When all this is over will I be able to take action against the manager who I can prove lied?


----------



## Purple (26 Apr 2010)

In my indirect experience unions are useless in situations like this. They will write a letter but once they are told to get lost they will run for cover in case they have to spend money on solicitors. 
Yes, you can take action against the individual who you can prove lied about you. If you do take an action against him then name  both him and the organisation in your action.

What size in the company you work for? 
Do they have a head office that you can contact?
Do they have a separate HR department?


----------



## Mpsox (26 Apr 2010)

+1 on the union, although it helps if you have them on board as management may be more reluctant to put up a fight if the issue becomes perceived as a "union" issue. 

Does the company have a proper grievance process?, possibly before you contemplate other actions you should exhaust that process and certainly if this ended up in court, you could be in a stronger position if you could show you followed company procedures and either they were inadequate or failed to give you the response you required.


----------



## One (26 Apr 2010)

Take highly detailed notes of everything that was said to you, about you, or concerning you. Write down times, dates, who was present, etc. Get a copy of your perfect record and your file. Put those letters from your manager and director together. Make an appointment with a solicitor, and go and see him or her immediately.


----------



## alan11 (26 Apr 2010)

Thanks everybody. I wonder if anyone has a suggestion for a solicitor. I dont have much money at the moment being in negative equity and have very little spare cash. I am in a state organisanation like a social worker in a care unit. There is a HR department and they are going to follow the procedure but it should never have got this far.

These allegations are all petty nothing a serious offence even if I did them, petty minded and mean of the manager.


----------



## Deas (26 Apr 2010)

Why don't you put in a counterclaim against all those that are making claims about you highlighting the vexatious nature of them,  They wont like the shoe on the other foot.


----------



## shipibo (28 Apr 2010)

Purple said:


> In my indirect experience unions are useless in situations like this. They will write a letter but once they are told to get lost they will run for cover in case they have to spend money on solicitors.

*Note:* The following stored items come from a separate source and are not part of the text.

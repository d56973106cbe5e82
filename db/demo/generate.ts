import { demoFits } from './fits';
import { demoPeople } from './people';
import { demoScans } from './scans';
import { demoStoppingSets } from './stopping-sets';
import type { DemoData } from './types';
import { demoSamples } from './wafers';

/** The whole demo team as plain data: the same seed gives the same bytes. */
export function generateDemo(seed: number): DemoData {
  const stoppingSets = demoStoppingSets();
  return {
    seed,
    invented: true,
    team: { name: 'Northbank Power Devices', invented: true },
    people: demoPeople(),
    samples: demoSamples(),
    stoppingSets,
    scans: demoScans(seed, stoppingSets),
    fits: demoFits(seed),
  };
}
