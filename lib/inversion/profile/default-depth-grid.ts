import type { PreparedFit } from '../fit/prepared-fit';
import { valuesOf } from '../fit/theta-of';
import type { FitAnswer } from '../types';
import { reachOf } from './reach';

const EVEN = 200;
const ROUND_EDGE = 90;

/**
 * Up to 400 depths, nm below the cap, from 0 to the 99 % stopping quantile of the deepest enabled energy: evenly spaced,
 * and finer over the edge and its uncertainty, with the edge itself among them.
 */
export function defaultDepthGrid(prepared: PreparedFit, answer: FitAnswer): Float64Array {
  const values = valuesOf(answer);
  const endNm = Math.max(reachOf(prepared, values, 0.99), 1e-3);
  const edge = answer.parameters.find(({ name }) => name === 'edgeDepthNm')!;
  const spreadNm = Math.max(4 * (values.edgeWidthNm ?? 0), 3 * (edge.sigma ?? 0), endNm / 100);
  const depths = new Set<number>();
  for (let k = 0; k <= EVEN; k++) depths.add((endNm * k) / EVEN);
  for (let k = -ROUND_EDGE; k <= ROUND_EDGE; k++)
    depths.add(edge.value + (spreadNm * k) / ROUND_EDGE);
  const inside = [...depths].filter((depth) => depth >= 0 && depth <= endNm).sort((a, b) => a - b);
  return Float64Array.from(
    inside.filter((depth, k) => k === 0 || depth - inside[k - 1]! > 1e-9 * endNm),
  );
}
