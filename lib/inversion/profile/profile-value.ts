import type { PreparedFit } from '../fit/prepared-fit';
import { RESPONSES } from '../response/responses';
import type { ParameterValues } from '../types';

/** p(x) in cm⁻³, or the populated share, as a function of the depth below the cap (nm) at the values of a fit. */
export function profileValue(
  { input, problem }: PreparedFit,
  values: ParameterValues,
): (depthNm: number) => number {
  const { trial } = problem.model;
  const shape = trial.shapeNames.map((name) => values[name]!);
  const { offset, slope } = RESPONSES[input.response.kind].line(
    values.levelTop!,
    values.levelBulk!,
    input,
  );
  return (depthNm) => offset + slope * trial.share(depthNm, shape);
}
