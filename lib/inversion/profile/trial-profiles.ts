import { InversionError } from '../errors';
import type { FitInput, ProfileKind } from '../types';
import { bandBending } from './band-bending';
import { gradedEdge } from './graded-edge';
import { layer } from './layer';
import { sharpEdge } from './sharp-edge';
import type { TrialProfile } from './trial-profile';

const TRIAL_PROFILES: Readonly<
  Record<ProfileKind, (deepestNm: number, input: FitInput) => TrialProfile>
> = {
  sharp: sharpEdge,
  graded: gradedEdge,
  layer,
  'band-bending': bandBending,
};

/**
 * The trial profile that a fit asks for.
 *
 * @param deepestNm deepest depth below the cap where a point in use has stops.
 * @throws InversionError for a kind that does not exist, or what a profile needs and the input lacks.
 */
export function trialProfileOf(input: FitInput, deepestNm: number): TrialProfile {
  const make = TRIAL_PROFILES[input.profile] as (typeof TRIAL_PROFILES)[ProfileKind] | undefined;
  if (!make) {
    throw new InversionError('unknown-profile', `There is no trial profile "${input.profile}".`);
  }
  return make(deepestNm, input);
}
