import { readFileSync } from 'node:fs';
import { describe, expect, it } from 'vitest';
import {
  createStoppingProfile,
  createStoppingSet,
  fit,
  prepareFit,
  type CarrierScale,
  type FitInput,
  type Observable,
  type ParameterName,
  type Polarity,
  type ProfileKind,
  type Response,
  type SemiconductorBulk,
  type StoppingSet,
} from '@/lib/inversion/index';
import { answerOf, fractionInput, free, freeWith, heldAt } from './support/scans';

type Ends = [number | null, number | null];
type Named<T> = Partial<Record<ParameterName, T>>;

interface ReferenceCase {
  name: string;
  profile: ProfileKind;
  observable: Observable;
  polarity: Polarity;
  capThicknessNm: number;
  held: Named<number>;
  priors: Named<[number, number]>;
  values: number[];
  sigmas: number[];
  /** Λ₀ of a capture rate where no response is named. */
  baselinePerUs?: number;
  response?: Response;
  carriers?: CarrierScale;
  semiconductor?: SemiconductorBulk | null;
  covariance?: number[][] | null;
  reference: {
    chiSquare: number;
    parameters: Named<number>;
    sigmas: Named<number> | null;
    intervals68: Named<Ends>;
    intervals95: Named<Ends>;
    iminuit?: { chiSquare: number; valid: boolean; minos68: Named<Ends> } | null;
    lmfit?: { chiSquare: number; parameters: Named<number>; sigmas: Named<number | null> } | null;
  };
}

interface Reference {
  energiesKeV: number[];
  edgesNm: number[];
  counts: number[][];
  cases: ReferenceCase[];
}

function stoppingOf({ energiesKeV, edgesNm, counts }: Reference): StoppingSet {
  return createStoppingSet(
    energiesKeV.map((energyKeV, i) =>
      createStoppingProfile({
        energyKeV,
        positionsNm: edgesNm,
        positionsAre: 'edges',
        weights: counts[i]!,
        weightsAre: 'counts',
      }),
    ),
  );
}

function responseOf({ response, observable, baselinePerUs }: ReferenceCase): Response {
  if (response) return response;
  if (observable === 'fraction') return { kind: 'two-level' };
  return {
    kind: 'capture-rate',
    gammaCm3PerS: 1e-6,
    gammaSigmaCm3PerS: null,
    baselinePerUs: baselinePerUs!,
  };
}

function inputOf(c: ReferenceCase, { energiesKeV }: Reference, stopping: StoppingSet): FitInput {
  return fractionInput({
    observable: c.observable,
    profile: c.profile,
    polarity: c.polarity,
    stopping,
    capThicknessNm: c.capThicknessNm,
    response: responseOf(c),
    ...(c.carriers ? { carriers: c.carriers } : {}),
    semiconductor: c.semiconductor ?? null,
    covariance: c.covariance ?? null,
    points: energiesKeV.map((energyKeV, i) => ({
      energyKeV,
      value: c.values[i]!,
      sigma: c.sigmas[i]!,
      enabled: true,
    })),
    parameters: {
      ...Object.fromEntries(Object.keys(c.reference.parameters).map((name) => [name, free])),
      ...Object.fromEntries(Object.entries(c.held).map(([name, value]) => [name, heldAt(value)])),
      ...Object.fromEntries(
        Object.entries(c.priors).map(([name, [mean, sigma]]) => [name, freeWith(mean, sigma)]),
      ),
    },
  });
}

/**
 * Source: SciPy least_squares with many starts and a profile walked out with brentq, iminuit's minos, and lmfit
 * (tests/reference/make_reference.py and profile_inversions.py; versions in the files).
 */
const cases = ['inversions.json', 'profile-inversions.json'].flatMap((file) => {
  const reference = JSON.parse(
    readFileSync(`fixtures/reference/inversion/${file}`, 'utf8'),
  ) as Reference;
  const stopping = stoppingOf(reference);
  return reference.cases.map((c) => ({ ...c, input: inputOf(c, reference, stopping) }));
});

/** One per cent of the interval where it is closed; where one side is open, of the distance to the closed end. */
function expectEnds(
  mine: readonly [number | null, number | null],
  theirs: Ends,
  value: number,
  what: string,
): void {
  const width = (theirs[1] ?? value) - (theirs[0] ?? value);
  for (const side of [0, 1] as const) {
    const end = theirs[side];
    if (end === null) expect(mine[side], `${what}, end ${side}`).toBeNull();
    else {
      expect(mine[side], `${what}, end ${side}`).not.toBeNull();
      expect(
        Math.abs(mine[side]! - end) / width,
        `${what}, end ${side}: ${mine[side]!} against ${end}`,
      ).toBeLessThan(0.01);
    }
  }
}

describe('whole inversions against general-purpose libraries', () => {
  it('has cases of every profile, response and kind of uncertainty', () => {
    expect(cases.length).toBeGreaterThanOrEqual(33);
    expect(new Set(cases.map(({ input }) => `${input.profile} ${input.response.kind}`))).toEqual(
      new Set([
        ...['sharp', 'graded', 'layer', 'band-bending'].flatMap((profile) => [
          `${profile} two-level`,
          `${profile} capture-rate`,
        ]),
        // A step shows the saturating fraction its two levels and nothing between.
        ...['graded', 'layer', 'band-bending'].map((profile) => `${profile} saturating-fraction`),
      ]),
    );
    const correlated = cases.filter(({ covariance }) => covariance);
    expect(new Set(correlated.map(({ profile }) => profile)).size).toBe(4);
    const open = cases.filter(({ reference }) =>
      Object.values(reference.intervals95).some((ends) => ends.includes(null)),
    );
    expect(new Set(open.map(({ profile }) => profile))).toEqual(
      new Set(['sharp', 'layer', 'band-bending']),
    );
  });

  describe.each(cases.map((c) => [c.name, c] as const))('%s', (_, c) => {
    const answer = answerOf(fit(prepareFit(c.input)));
    const found = (name: ParameterName) =>
      answer.parameters.find((parameter) => parameter.name === name)!;
    const names = Object.keys(c.reference.intervals68) as ParameterName[];

    // Tolerance 1e-6 relative: what SciPy's own stop leaves.
    it('reaches the same minimum', () => {
      expect(answer.status).toBe('converged');
      expect(
        Math.abs(answer.chiSquare - c.reference.chiSquare) / c.reference.chiSquare,
      ).toBeLessThan(1e-6);
    });

    // A thousandth of σ: far below anything that is shown. A width at its bound is compared by its interval alone.
    it('has the same values and linear errors', () => {
      for (const [name, sigma] of Object.entries(c.reference.sigmas ?? {}) as [
        ParameterName,
        number,
      ][]) {
        const close = Math.abs(found(name).value - c.reference.parameters[name]!) / sigma;
        expect(
          close,
          `${name}: ${found(name).value} against ${c.reference.parameters[name]!}`,
        ).toBeLessThan(1e-3);
        expect(found(name).sigma! / sigma, `σ of ${name}`).toBeCloseTo(1, 2);
      }
    });

    it('has the same profile-likelihood intervals within one per cent', () => {
      expect(names.length).toBeGreaterThanOrEqual(2);
      for (const name of names) {
        expectEnds(
          found(name).interval68,
          c.reference.intervals68[name]!,
          found(name).value,
          `68 % of ${name}`,
        );
        expectEnds(
          found(name).interval95,
          c.reference.intervals95[name]!,
          found(name).value,
          `95 % of ${name}`,
        );
      }
    });

    // Minos is compared where it found the same minimum, calls itself valid and closes both ends away from a limit.
    const { iminuit } = c.reference;
    const closed = iminuit?.valid && Math.abs(iminuit.chiSquare - c.reference.chiSquare) < 1e-4;
    if (closed) {
      it('agrees with minos', () => {
        for (const [name, ends] of Object.entries(iminuit!.minos68) as [ParameterName, Ends][]) {
          if (ends[0] === null || ends[1] === null || ends[0] <= 0) continue;
          expectEnds(found(name).interval68, ends, found(name).value, `minos of ${name}`);
        }
      });
    }

    // lmfit is compared where it found the same minimum; its own stop leaves a thousandth of σ, its numerical Jacobian 1 % of it.
    const { lmfit } = c.reference;
    if (lmfit && Math.abs(lmfit.chiSquare - c.reference.chiSquare) < 1e-6) {
      it('agrees with lmfit', () => {
        for (const [name, sigma] of Object.entries(lmfit.sigmas) as [ParameterName, number][]) {
          if (found(name).sigma === null) continue;
          expect(
            Math.abs(found(name).value - lmfit.parameters[name]!) / found(name).sigma!,
            name,
          ).toBeLessThan(5e-3);
          expect(Math.abs(found(name).sigma! / sigma - 1), `σ of ${name}`).toBeLessThan(0.02);
        }
      });
    }
  });
});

Unions don,t state this, but they all have solicitors on the payroll, ask your rep. to run this case thru the legal dept and get a response on this, don,t take the "no point, thery won,t say anything different" response

Contact 

http://www.flac.ie

Ask for Industrial relations lawyer, they have them in different centres


----------



## Deiseblue (28 Apr 2010)

As a poster above has stated all Unions employ solicitors who are conversant with employment legislation , ask your rep if he has made union head office aware of your difficulties and if so would it be possible to speak with the full time official dealing with your case.
I do agree that union representation is your best bet as employers often back down from confrontation with unions particularly if the complainants case is a strong one


----------



## alan11 (6 May 2010)

Thanking everyone for their advice, no one can ever describe how much waste and worry and brain damage is caused by this rotten type of bullying.  Anyway I went to the free legal assistance provided at citizens advice.  They read the complaints and said that the manager had acted very badly and no correct procedure some of it was just pure meanness.  I felt a hell of a lot better coming out of it.  Nagging the union is difficult but thats seems to be the only plan for now.  The solicitor said if I walked out I would win constructive dismissal but thats the last thing I want.  The chair of the board did a very unwise thing writing that letter


----------



## Latrade (7 May 2010)

The complain has to be investigated and once an employee makes it official, then it is out of your hands. 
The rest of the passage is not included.